Talk2Competitors
Talk2Competitors is an AI-powered hierarchical agent system designed to revolutionize academic paper search and analysis. Through intelligent conversation, users can discover, analyze, and receive recommendations for academic papers using state-of-the-art natural language processing.
Why Talk2Competitors?
Academic literature search can be overwhelming, with millions of papers published yearly across diverse fields. Talk2Competitors transforms this experience by offering an intelligent, conversation-driven approach to academic research. Our system acts as a knowledgeable research assistant that understands context and provides targeted recommendations.
At its core, Talk2Competitors uses a sophisticated hierarchical agent architecture. The main supervisor agent intelligently routes queries to specialized sub-agents, ensuring that each request is handled by the most appropriate tool. Currently, our Semantic Scholar integration provides access to academic literature, which we plan to expand in the future.
Key Capabilities
The system excels at understanding natural language queries and translating them into precise academic searches. When you find interesting papers, Talk2Competitors can analyze them to discover related research, either based on a single paper or by finding connections between multiple papers. This helps researchers uncover hidden connections in literature and stay current with relevant publications.
We are in the process integrating Zotero to enable researchers to better organize their literature searchers, get automated recommendations based on categories of papers, and cite saved papers when asking questions about one or more saved papers or generating text based on a starting prompt.

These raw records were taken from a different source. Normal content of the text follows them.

def _engines(p: Plan, m0: np.ndarray, ve: np.ndarray, flow: np.ndarray, rng: np.random.Generator):
    """Final mass and propellant per engine when several engines fly the delta-v burns.

    As in ``_one_engine`` the final mass is kept_N·(m0 + sum_k b_k/A_k). Scaling segment i of engine e
    burns step_i·acc_i (step_i = kept_i - kept_i+1, acc_i = m0 + sum over additive k before i of b_k/A_k),
    so engine e burns B_e = m0·Q_e0 + sum_k b_k·Q_ek/A_k, Q_ek the steps of e's segments after k: again
    affine in the additive errors eta_k, with coefficients known per sample once the scaling is drawn.
    So (X, H) = (sum eta_k/A_k, sum eta_k Q_ek/A_k for every delta-v engine but the one of most segments)
    given (Y, G) (``_one_engine``) is Gaussian with a per-sample mean and a small per-sample covariance,
    drawn directly with its own root (exact: conditioning a joint Gaussian), and the engine left out takes
    what the mass balance leaves. One normal per scaling segment and a few per sample, none per additive
    segment; an engine's terms stop at its last segment (Q_ek = 0 after it), so an apogee engine that
    flew a few early burns costs next to nothing.
    """
    n, ks, ka, m, nd = len(m0), p.sc.size, p.b_const.size, p.split.shape[1], p.dur_engines.size
    cum = rng.standard_normal((n, ks)) if p.dv_sd.any() else np.zeros((n, ks))
    cum *= p.dv_sd
    cum += p.dv
    cum *= (1.0 / ve)[:, p.eng]  # each segment over its own engine's exhaust velocity
    np.cumsum(cum, axis=1, out=cum)
    np.exp(cum, out=cum)  # cum[:, i] = 1/kept after scaling segment i
    last = 1.0 / cum[:, -1]
    ns = p.ns_before
    if isinstance(ns, slice):
        lead = 1 if ns.start == 0 else 0
        inv = cum[:, ns.start + lead - 1:ns.stop - 1]
        ns = np.arange(ns.start, ns.stop)
    else:
        lead, inv = 0, np.concatenate([np.ones((n, 1)), cum], axis=1)[:, ns]
    engines, counts = np.unique(p.eng, return_counts=True)
    balance = int(engines[np.argmax(counts)])
    drawn = p.drawn_const + flow * p.seconds
    total = p.b_const.sum() - flow @ p.seconds
    burnt, coef = [], []  # per explicit engine: m0·Q_e0, and Q_ek/A_k over the additive segments before its last
    for e in (int(e) for e in engines if e != balance):
        idx = np.flatnonzero(p.eng == e)
        before = np.ones((n, idx.size))  # kept before each of e's segments
        before[:, idx > 0] = 1.0 / cum[:, idx[idx > 0] - 1]
        step = before - 1.0 / cum[:, idx]
        q = np.zeros((n, idx.size + 1))
        np.cumsum(step[:, ::-1], axis=1, out=q[:, -2::-1])  # q[:, t]: e's steps from its t-th segment on
        burnt.append(m0 * q[:, 0])
        upto = int(np.searchsorted(ns, idx[-1], side="right"))  # additive segments with an e-segment after
        g = q[:, np.searchsorted(idx, ns[:upto])]
        g[:, lead:] *= inv[:, :upto - lead]
        coef.append((e, upto, g))
    explicit = [e for e, _, _ in coef]
    if ka:
        cols = inv @ p.weights[lead:]
        if lead:
            cols += p.weights[:lead].sum(axis=0)
        c_e = [g @ p.weights[:upto] for _, upto, g in coef]
        final = last * (m0 + cols[:, 0] - np.einsum("ij,ij->i", flow[:, p.dur_engines], cols[:, 1:1 + nd]))
        burnt = [b + c[:, 0] - np.einsum("ij,ij->i", flow[:, p.dur_engines], c[:, 1:1 + nd]) for b, c in zip(burnt, c_e)]
        if p.b_sd.any():
            r = 1 + len(coef)
            z = rng.standard_normal((n, r + m + 1))
            yg = z[:, r:] @ p.total_root.T
            c = np.empty((n, r, m + 1))  # cov((X, H), (Y, G)) per sample
            for a, col in enumerate([cols] + c_e):
                c[:, a, 0] = col[:, 1 + nd]
                c[:, a, 1:] = -col[:, 2 + nd:]
            k = c @ p.total_pinv
            var_b = p.weights[:, 1 + nd]
            cov = np.empty((n, r, r))  # cov((X, H)) per sample: sums of var_b_k times the coefficients
            for a, (_, upto, g) in enumerate(coef, start=1):
                h = g * var_b[:upto]
                cov[:, 0, a] = cov[:, a, 0] = h[:, :lead].sum(axis=1) + np.einsum("ij,ij->i", h[:, lead:], inv[:, :upto - lead])
                for b_, (_, upto2, g2) in enumerate(coef[a - 1:], start=a):
                    w = min(upto, upto2)
                    cov[:, a, b_] = cov[:, b_, a] = np.einsum("ij,ij->i", h[:, :w], g2[:, :w])
            np.square(inv, out=inv)
            cov[:, 0, 0] = inv @ var_b[lead:] + var_b[:lead].sum()
            cov -= k @ c.transpose(0, 2, 1)
            root = _psd_root(cov)
            u = np.einsum("nab,nb->na", k, yg) + np.einsum("nab,nb->na", root, z[:, :r])
            final = final + last * u[:, 0]
            burnt = [b + u[:, 1 + j] for j, b in enumerate(burnt)]
            total = total + yg[:, 0]
            drawn = drawn + yg[:, 1:] + rng.standard_normal((n, m)) @ p.resid.T
    else:
        final = last * m0
    drawn[:, balance] += m0 + total - final - sum(burnt, np.zeros(n))
    for e, b in zip(explicit, burnt):
        drawn[:, e] += b
    return final, drawn


def _psd_root(cov: np.ndarray) -> np.ndarray:
    """Lower-triangular R with R R' = cov for a stack (n, r, r) of covariances, r the few delta-v engines.

    Cholesky by columns over the whole stack (a batched eigendecomposition cost more than the rest of a
    chunk); a pivot that rounding left at or below zero (a singular covariance: an error fully explained
    by the totals drawn before) counts as 0 and its column as 0, which is that covariance's own root."""
    n, r, _ = cov.shape
    root = np.zeros_like(cov)
    for j in range(r):
        pivot = np.sqrt(np.maximum(cov[:, j, j] - np.einsum("nk,nk->n", root[:, j, :j], root[:, j, :j]), 0.0))
        root[:, j, j] = pivot
        keep = pivot > 1e-9 * np.sqrt(np.abs(cov[:, j, j]))
        for i in range(j + 1, r):
            s = cov[:, i, j] - np.einsum("nk,nk->n", root[:, i, :j], root[:, j, :j])
            root[:, i, j] = np.divide(s, pivot, out=np.zeros(n), where=keep)
    return root


def _scaling(p: Plan, ve: np.ndarray, rng: np.random.Generator, n: int):
    """log of each scaling segment's factor (n, Ks) and kept = exp(cumulative sum), (n, Ks + 1)."""
    ks = p.sc.size
    kept = np.zeros((n, ks + 1))
    log_a = None
    if ks:
        log_a = rng.standard_normal((n, ks)) if p.dv_sd.any() else np.zeros((n, ks))
        log_a *= p.dv_sd
        log_a += p.dv
        one = p.single
        log_a *= (-1.0 / ve[:, one:one + 1]) if one is not None else (-1.0 / ve)[:, p.eng]
        np.cumsum(log_a, axis=1, out=kept[:, 1:])
    np.exp(kept, out=kept)
    return log_a, kept


def _chunk(craft: Craft, plans: Sequence[Plan | None], rebases: Sequence[Rebase], dry, loads, isp, thrust,
           rng: np.random.Generator, frac: np.ndarray | None = None):
    """Final mass, remaining per tank and exhaust velocities for one chunk of n samples.

    Each run between re-baselines starts from the mass and tanks the previous one left, per sample. At a
    re-baseline the tank takes an independent draw N(adopted, sigma) and the mass changes by that draw
    less what the sample's tank held (as ``replay.replay`` does with the nominal figures). No floor: the
    adopted figure is bookkeeping, like the rest of the ledger.
    """
    ve = isp * G0 * np.cos(np.radians([e.cant_deg for e in craft.engines]))
    flow = thrust / (isp * G0)
    mass, remaining = dry + loads.sum(axis=1), loads.copy()
    for i, p in enumerate(plans):
        if p is not None:
            mass, used = _run(p, mass, ve, flow, rng)
            remaining -= split_draws(craft, used, frac)
        if i < len(rebases):
            r = rebases[i]
            adopted = r.remaining_kg + r.sigma_kg * rng.standard_normal(len(mass))
            mass = mass + (adopted - remaining[:, r.tank])
            remaining[:, r.tank] = adopted
    return mass, remaining, ve


def _run(p: Plan, m0: np.ndarray, ve: np.ndarray, flow: np.ndarray, rng: np.random.Generator,
         dense: bool = False):
    """Final mass and propellant per engine over one run of segments, from each sample's mass m0.

    kept[:, i] is the fraction of mass the scaling segments before i leave (A in replay.mass_scan) and
    acc[:, j] is m0 + sum of b/A over the first j additive segments, so the mass before a segment is
    kept·acc and a scaling segment burns (kept_i - kept_i+1)·acc. ``_one_engine`` (one engine on the
    delta-v burns) and ``_engines`` (several) need neither acc nor a random number per additive segment;
    this scan (``dense``) is what they fall back on when a mass ratio leaves float range.
    """
    n, ks, ka = len(m0), p.sc.size, p.b_const.size
    with np.errstate(over="ignore", divide="ignore", invalid="ignore"):
        if not dense:
            if ks == 0 or p.single is not None:
                final, used = _one_engine(p, m0, flow, *_inverse_kept(p, ve, rng, n), rng)
            else:
                final, used = _engines(p, m0, ve, flow, rng)
            if np.all(np.isfinite(final)) and np.all(np.isfinite(used)):
                return final, used
            return _run(p, m0, ve, flow, rng, dense=True)
        log_a, kept = _scaling(p, ve, rng, n)
        acc = np.empty((n, ka + 1))
        acc[:, 0] = m0
        b, drawn = None, np.zeros(flow.shape)
        if ka:
            b, drawn = _additive(p, flow, rng)
            np.divide(b, kept[:, p.ns_before], out=acc[:, 1:])
            np.cumsum(acc, axis=1, out=acc)
        final = kept[:, -1] * acc[:, -1]
        burnt = _burned(p, kept, acc) if ks else np.zeros(flow.shape)
    if not (np.all(np.isfinite(final)) and np.all(np.isfinite(burnt))):
        final, burned = _sequential(p, m0, log_a, b)
        burnt = burned @ p.onehot
    return final, drawn + burnt


def _burned(p: Plan, kept: np.ndarray, acc: np.ndarray) -> np.ndarray:
    """Propellant per engine burnt by the scaling segments: sum over i of (kept_i - kept_i+1)·acc_i."""
    step = kept[:, :-1] - kept[:, 1:]
    if p.single is not None:  # one engine: a row-wise dot product instead of a product array and a matmul
        out = np.zeros((len(acc), p.onehot.shape[1]))
        out[:, p.single] = np.einsum("ij,ij->i", step, acc[:, p.na_before])
        return out
    step *= acc[:, p.na_before]
    return step @ p.onehot


def _sequential(p: Plan, m0, log_a, b):
    """Fallback for mass ratios beyond float range: the dense scan, which then steps one by one."""
    ks, ka = p.sc.size, p.b_const.size
    add = np.setdiff1d(np.arange(ks + ka), p.sc)
    dense_a, dense_b = np.zeros((len(m0), ks + ka)), np.zeros((len(m0), ks + ka))
    if ks:
        dense_a[:, p.sc] = log_a
    if ka:
        dense_b[:, add] = b
    m = scan_log(m0, dense_a, dense_b)
    before = np.concatenate([m0[:, None], m[:, :-1]], axis=1)[:, p.sc]
    return m[:, -1], -before * np.expm1(dense_a[:, p.sc])


def split_draws(craft: Craft, used: np.ndarray, frac: np.ndarray | None) -> np.ndarray:
    """Propellant per engine (n, engines) -> per tank (n, tanks), at the nominal feed shares or at each
    sample's own (n, engines, tanks) from ``core.mixture``."""
    if frac is None:
        return used @ craft.feed_fractions()
    return np.einsum("ne,net->nt", used, frac)


def mixture_draws(craft: Craft, seed, samples: int) -> np.ndarray | None:
    """Each sample's feed shares at its drawn mixture ratios (``core.mixture``), from their own child
    stream of ``seed`` (the third: the craft's and the entries' streams are unchanged by it)."""
    from .mixture import drifts, flown_fractions  # noqa: PLC0415

    if not drifts(craft):
        return None
    return flown_fractions(craft, generator(np.random.SeedSequence(seed).spawn(3)[2]), samples)


def generator(seed) -> np.random.Generator:
    """numpy's SFC64 bit generator: its normals came out ~17 % faster than the default PCG64's here, and
    normal draws are the largest single cost of a run."""
    return np.random.Generator(np.random.SFC64(seed))


def chunk_size(n_segments: int, chunk: int = DEFAULT_CHUNK) -> int:
    return max(1, min(chunk, CELLS_PER_CHUNK // max(n_segments, 1)))


def simulate(craft: Craft, events: Sequence[Entry], samples: int = DEFAULT_SAMPLES, seed: int = DEFAULT_SEED,
             chunk: int = DEFAULT_CHUNK, progress: Progress | None = None, seg: Segments | Parts | None = None,
             workers: int = 1) -> Samples:
    """Sample the final state of the ledger ``samples`` times; ``progress(done, total)`` after each chunk.

    The craft figures come from one random stream drawn up front and each chunk's entry errors (and
    re-baseline draws) from its own child stream, so the answer depends on the seed and the chunk size,
    not on ``workers`` (threads sharing the chunks: numpy releases the interpreter lock inside its array
    loops), and a sample keeps its engine and load errors when the ledger grows (checks before and after
    an entry compare like with like). ``seg`` is the ledger already cut and compressed (``parts``).
    """
    if samples < 1:
        raise ValueError("samples must be at least 1")
    cut = parts(craft, events) if seg is None else seg if isinstance(seg, Parts) else Parts((seg,))
    plans = [prepare(craft, run) if len(run) else None for run in cut.runs]
    craft_seq, entry_seq = np.random.SeedSequence(seed).spawn(2)
    dry, loads, isp, thrust = _globals(craft, generator(craft_seq), samples)
    frac = mixture_draws(craft, seed, samples)
    size = chunk_size(cut.widest, chunk)
    bounds = [(lo, min(samples, lo + size)) for lo in range(0, samples, size)]
    streams = entry_seq.spawn(len(bounds))
    mass = np.empty(samples)
    remaining = np.empty((samples, len(craft.tanks)))
    ve = np.empty((samples, len(craft.engines)))

    def one(i: int):
        lo, hi = bounds[i]
        return _chunk(craft, plans, cut.rebases, dry[lo:hi], loads[lo:hi], isp[lo:hi], thrust[lo:hi],
                      generator(streams[i]), None if frac is None else frac[lo:hi])

    if workers > 1 and len(bounds) > 1:
        from concurrent.futures import ThreadPoolExecutor  # noqa: PLC0415

        with ThreadPoolExecutor(max_workers=workers) as pool:
            results = pool.map(one, range(len(bounds)))
            _collect(results, bounds, mass, remaining, ve, samples, progress)
    else:
        _collect(map(one, range(len(bounds))), bounds, mass, remaining, ve, samples, progress)
    return Samples(mass, remaining, ve, seed, len(cut), frac)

How to Access Talk2Competitors
Our system is available through two main interfaces:
Streamlit Application: Launch our user-friendly web interface to interact with the system directly. Perfect for researchers who prefer a graphical interface and interactive experience.
Python Package: For programmers and those requiring programmatic access, our Python package provides full access to all features. Integration is straightforward, and our comprehensive documentation includes examples and best practices.
Future Developments
Talk2Competitors is actively evolving. Our roadmap includes integration with additional academic databases, enhanced PDF analysis capabilities, and improved cross-reference features. We're committed to making academic literature more accessible and easier to navigate for researchers at all levels.